Please print every line from the one containing "partial[q + 2] = f * z;" through the last line of the records below, exactly as written and nothing more.

(Beginning of Excerpted data)

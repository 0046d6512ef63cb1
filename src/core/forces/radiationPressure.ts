/**
 * Solar radiation pressure on a body of area-to-mass ratio A/m (m²/kg) and radiation
 * pressure coefficient C_R (1 = perfect absorber), radial and falling off as 1/r²:
 *   a = C_R · (S/c) · (A/m) · (1 au / r)² ê_R
 * with S the nominal total solar irradiance at 1 au (IAU 2015 Resolution B3: 1361 W m⁻²) and
 * c the speed of light: the "cannonball" model of Montenbruck & Gill 2000, Satellite Orbits,
 * sec. 3.4 (section number from memory), scaled by the inverse square of the Sun distance.
 */
import { C_M_PER_S, M_PER_AU, SECONDS_PER_DAY, SOLAR_IRRADIANCE_1AU_W_PER_M2 } from '../constants.js';

/** m/s² → au/day². */
export const AU_PER_DAY2_PER_M_PER_S2 = (SECONDS_PER_DAY * SECONDS_PER_DAY) / M_PER_AU;

/** Radiation pressure at 1 au, (S/c), in N/m² = Pa. */
export const SOLAR_PRESSURE_1AU_PA = SOLAR_IRRADIANCE_1AU_W_PER_M2 / C_M_PER_S;

/** Radial acceleration magnitude at distance rAu, m/s². */
export function radiationPressureMPerS2(areaToMassM2PerKg: number, cr: number, rAu: number): number {
  return (cr * SOLAR_PRESSURE_1AU_PA * areaToMassM2PerKg) / (rAu * rAu);
}

/**
 * Adds the radiation-pressure acceleration for position r = pos[p..p+2] (au) to acc[o..o+2]
 * (au/day²). With `grad` non-null adds ∂a/∂r = K (I/r³ − 3 r rᵀ/r⁵) (K = C_R (S/c)(A/m) in
 * au³/day² units); with `partial` non-null writes ∂a/∂(A/m) to partial[q..q+2].
 */
export function addRadiationPressure(areaToMassM2PerKg: number, cr: number, pos: Float64Array, p: number,
  acc: Float64Array, o: number, grad: Float64Array | null, partial: Float64Array | null, q: number): void {
  const x = pos[p], y = pos[p + 1], z = pos[p + 2];
  const r2 = x * x + y * y + z * z;
  const r = Math.sqrt(r2);
  const unit = cr * SOLAR_PRESSURE_1AU_PA * AU_PER_DAY2_PER_M_PER_S2; // per (m²/kg), at 1 au
  const f = unit / (r2 * r); // a = f (A/m) r_vec
  const k = f * areaToMassM2PerKg;
  acc[o] += k * x;
  acc[o + 1] += k * y;
  acc[o + 2] += k * z;
  if (partial !== null) {
    partial[q] = f * x;
    partial[q + 1] = f * y;
    partial[q + 2] = f * z;
  }
  if (grad !== null) {
    const k3 = (3 * k) / r2;
    grad[0] += k - k3 * x * x; grad[1] -= k3 * x * y; grad[2] -= k3 * x * z;
    grad[3] -= k3 * y * x; grad[4] += k - k3 * y * y; grad[5] -= k3 * y * z;
    grad[6] -= k3 * z * x; grad[7] -= k3 * z * y; grad[8] += k - k3 * z * z;
  }
}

(End of Excerpted data)

§ **Result of the exercise**
    partial[q + 2] = f * z;
  }
  if (grad !== null) {
    const k3 = (3 * k) / r2;
    grad[0] += k - k3 * x * x; grad[1] -= k3 * x * y; grad[2] -= k3 * x * z;
    grad[3] -= k3 * y * x; grad[4] += k - k3 * y * y; grad[5] -= k3 * y * z;
    grad[6] -= k3 * z * x; grad[7] -= k3 * z * y; grad[8] += k - k3 * z * z;
  }
}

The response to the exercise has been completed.